Eine bevorzugte Ausführung umfasst auch die Cokultivierung eines hergestellten dreidimensionalen in vitro-Gewebe- oder Organtestsystems mit einem pathogenen oder parasitären Mikroorganismus. Unter „pathogenen oder parasitären Mikroorganismen", hier auch als infektiöse Agenzien bezeichnet, werden sowohl eukaryontische als auch prokaryontische Mikroorganismen, wie Bakterien, Pilze, Protozoen, Viroide, aber auch Prionen oder Viren, verstanden, die einen Makroorganismus, insbesondere einen menschlichen oder tierischen Organismus, befallen und in oder auf Geweben dieses Organismus leben und zu einer Infektion dieses Organismus führen können, jedoch nicht notwendigerweise dazu führen müssen.

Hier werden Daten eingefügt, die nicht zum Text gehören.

import type { DevMailMessage } from '@peakwise/shared';
import Box from '@mui/material/Box';
import Stack from '@mui/material/Stack';
import Tab from '@mui/material/Tab';
import Tabs from '@mui/material/Tabs';
import Typography from '@mui/material/Typography';
import { useState } from 'react';

/**
 * One message: headers, then its HTML or text. The HTML runs in an iframe with an empty sandbox
 * (no scripts, no same-origin, no forms): mail is untrusted content even when we wrote it.
 */
export function MailView({ message }: { message: DevMailMessage }) {
  const [tab, setTab] = useState<'html' | 'text'>(message.html ? 'html' : 'text');
  return (
    <Stack spacing={2} sx={{ minWidth: 0 }}>
      <Box>
        <Typography variant="h2" sx={{ fontSize: '1.25rem', overflowWrap: 'anywhere' }}>
          {message.subject || '(no subject)'}
        </Typography>
        <Typography variant="body2" color="text.secondary" sx={{ overflowWrap: 'anywhere' }}>
          To {message.to.join(', ')} · from {message.from}
          <br />
          {new Date(message.date).toLocaleString()}
          {message.messageId && <> · Message-ID {message.messageId}</>}
        </Typography>
      </Box>
      <Tabs value={tab} onChange={(_, value: 'html' | 'text') => setTab(value)} aria-label="Message format">
        <Tab value="html" label="HTML" disabled={!message.html} />
        <Tab value="text" label="Plain text" />
      </Tabs>
      {tab === 'html' && message.html ? (
        <Box
          component="iframe"
          title={`HTML of “${message.subject}”`}
          sandbox=""
          srcDoc={message.html}
          sx={{ width: '100%', height: { xs: 520, md: 640 }, border: 1, borderColor: 'divider', borderRadius: 1 }}
        />
      ) : (
        <Box
          component="pre"
          sx={{
            m: 0,
            p: 2,
            bgcolor: 'background.paper',
            border: 1,
            borderColor: 'divider',
            borderRadius: 1,
            whiteSpace: 'pre-wrap',
            overflowWrap: 'anywhere',
            fontSize: '0.875rem',
          }}
        >
          {message.text}
        </Box>
      )}
    </Stack>
  );
}
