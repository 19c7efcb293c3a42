import type { PhotoListResponse } from '@peakwise/shared';
import { queryOptions, useQuery } from '@tanstack/react-query';
import { api } from '@/lib/api-client';
import { photoKeys, photosPath, type PhotoList } from './query-keys';

/** A log's photos come in one page: a feeding or bake has a handful, a culture's strip a few dozen. */
export const PHOTO_LIST_LIMIT = 100;

/**
 * GET /api/feedings/:id/photos, /api/plans/:id/photos or /api/cultures/:id/photos → Paged<Photo>,
 * oldest first. The same routes answer the owner and the class's instructor.
 */
export function getPhotos(list: PhotoList): Promise<PhotoListResponse> {
  return api.get<PhotoListResponse>(`${photosPath(list)}?limit=${PHOTO_LIST_LIMIT}`);
}

export const photosQueryOptions = (list: PhotoList) =>
  queryOptions({ queryKey: photoKeys.list(list), queryFn: () => getPhotos(list) });

export function usePhotos(list: PhotoList) {
  return useQuery(photosQueryOptions(list));
}
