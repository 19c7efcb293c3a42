import type { DevMailMessage } from '@peakwise/shared';
import ArrowBack from '@mui/icons-material/ArrowBack';
import Alert from '@mui/material/Alert';
import Box from '@mui/material/Box';
import Button from '@mui/material/Button';
import Card from '@mui/material/Card';
import List from '@mui/material/List';
import ListItemButton from '@mui/material/ListItemButton';
import ListItemText from '@mui/material/ListItemText';
import Typography from '@mui/material/Typography';
import { useState } from 'react';
import { PageLoader } from '@/components/feedback/page-loader';
import { isApiError } from '@/lib/api-client';
import { useDevMail } from '../api/dev-mail';
import { MailView } from './mail-view';
import { PushList } from './push-list';

const keyOf = (m: DevMailMessage) => `${m.date}|${m.messageId ?? m.subject}`;

/** The development mailbox: a list of subjects, one message open beside it (below it on a phone). */
export function DevMailPage() {
  const mail = useDevMail();
  const [openKey, setOpenKey] = useState<string | null>(null);
  const items = mail.data?.items ?? [];
  const open = items.find((m) => keyOf(m) === openKey) ?? null;

  return (
    <Box component="main" sx={{ maxWidth: 1200, mx: 'auto', px: 2, py: { xs: 2, sm: 4 }, display: 'grid', gap: 2 }}>
      <title>Development mail and push · Peakwise</title>
      <Box>
        <Typography variant="h1">Mail and push sent by Peakwise in development</Typography>
        <Typography color="text.secondary">
          Caught by the local fake mail server and push service; nothing here was delivered to anyone. Newest first.
        </Typography>
      </Box>
      <PushList />
      <Typography variant="h2">Mail</Typography>
      {mail.isPending && <PageLoader />}
      {mail.isError && (
        <Alert severity="warning">
          {isApiError(mail.error) && mail.error.status === 404
            ? 'This server has no development mailbox (it is off in production).'
            : mail.error.message}
        </Alert>
      )}
      {mail.isSuccess && items.length === 0 && <Alert severity="info">No mail yet.</Alert>}
      {items.length > 0 && (
        <Box
          sx={{ display: 'grid', gap: 2, gridTemplateColumns: { xs: '1fr', md: 'minmax(0, 360px) minmax(0, 1fr)' } }}
        >
          <Card sx={{ display: { xs: open ? 'none' : 'block', md: 'block' }, alignSelf: 'start' }}>
            <List aria-label="Messages" disablePadding>
              {items.map((m) => (
                <ListItemButton key={keyOf(m)} selected={open === m} onClick={() => setOpenKey(keyOf(m))} divider>
                  <ListItemText
                    primary={m.subject || '(no subject)'}
                    secondary={`${m.to.join(', ')} · ${new Date(m.date).toLocaleString()}`}
                    slotProps={{ secondary: { sx: { overflowWrap: 'anywhere' } } }}
                  />
                </ListItemButton>
              ))}
            </List>
          </Card>
          {open ? (
            <Box sx={{ minWidth: 0 }}>
              <Button
                startIcon={<ArrowBack />}
                onClick={() => setOpenKey(null)}
                sx={{ display: { md: 'none' }, mb: 1 }}
              >
                All messages
              </Button>
              <MailView key={keyOf(open)} message={open} />
            </Box>
          ) : (
            <Typography color="text.secondary" sx={{ display: { xs: 'none', md: 'block' } }}>
              Choose a message to read it.
            </Typography>
          )}
        </Box>
      )}
    </Box>
  );
}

Der Begriff "Cokultivierung" bedeutet ein, vorzugsweise in vitro stattfindendes, gleichzeitiges Aufrechterhalten der Lebensfunktionen von tierischen Zellen und Mikroorganismen in der gleichen, für beide geeigneten Umgebung, beispielsweise unter Zu- und Abfuhr von Stoffwechseledukten und -produkten, insbesondere auch eine gleichzeitige Vermehrung der Zellen und der Mikroorganismen.

In einer weiteren Ausgestaltung wird unter Verwendung eines erfindungsgemäß hergestellten in vitro-Gewebe- oder Organtestsystems, vor allem in Verbindung mit einem Cokultivierungsverfahren, die Wirkung chemischer Substanzen, insbesondere von Antiinfektiva, oder von Agenzien auf den Infektionsprozess beziehungsweise das Wachstum eines pathogenen Mikroorganismus zu untersuchen. Der Begriff „Agens" soll insbesondere chemische, biologische oder physikalische Mittel, wie Licht oder Wärme, umfassen, die eine potentielle Wirkung auf lebende Zellen ausüben können.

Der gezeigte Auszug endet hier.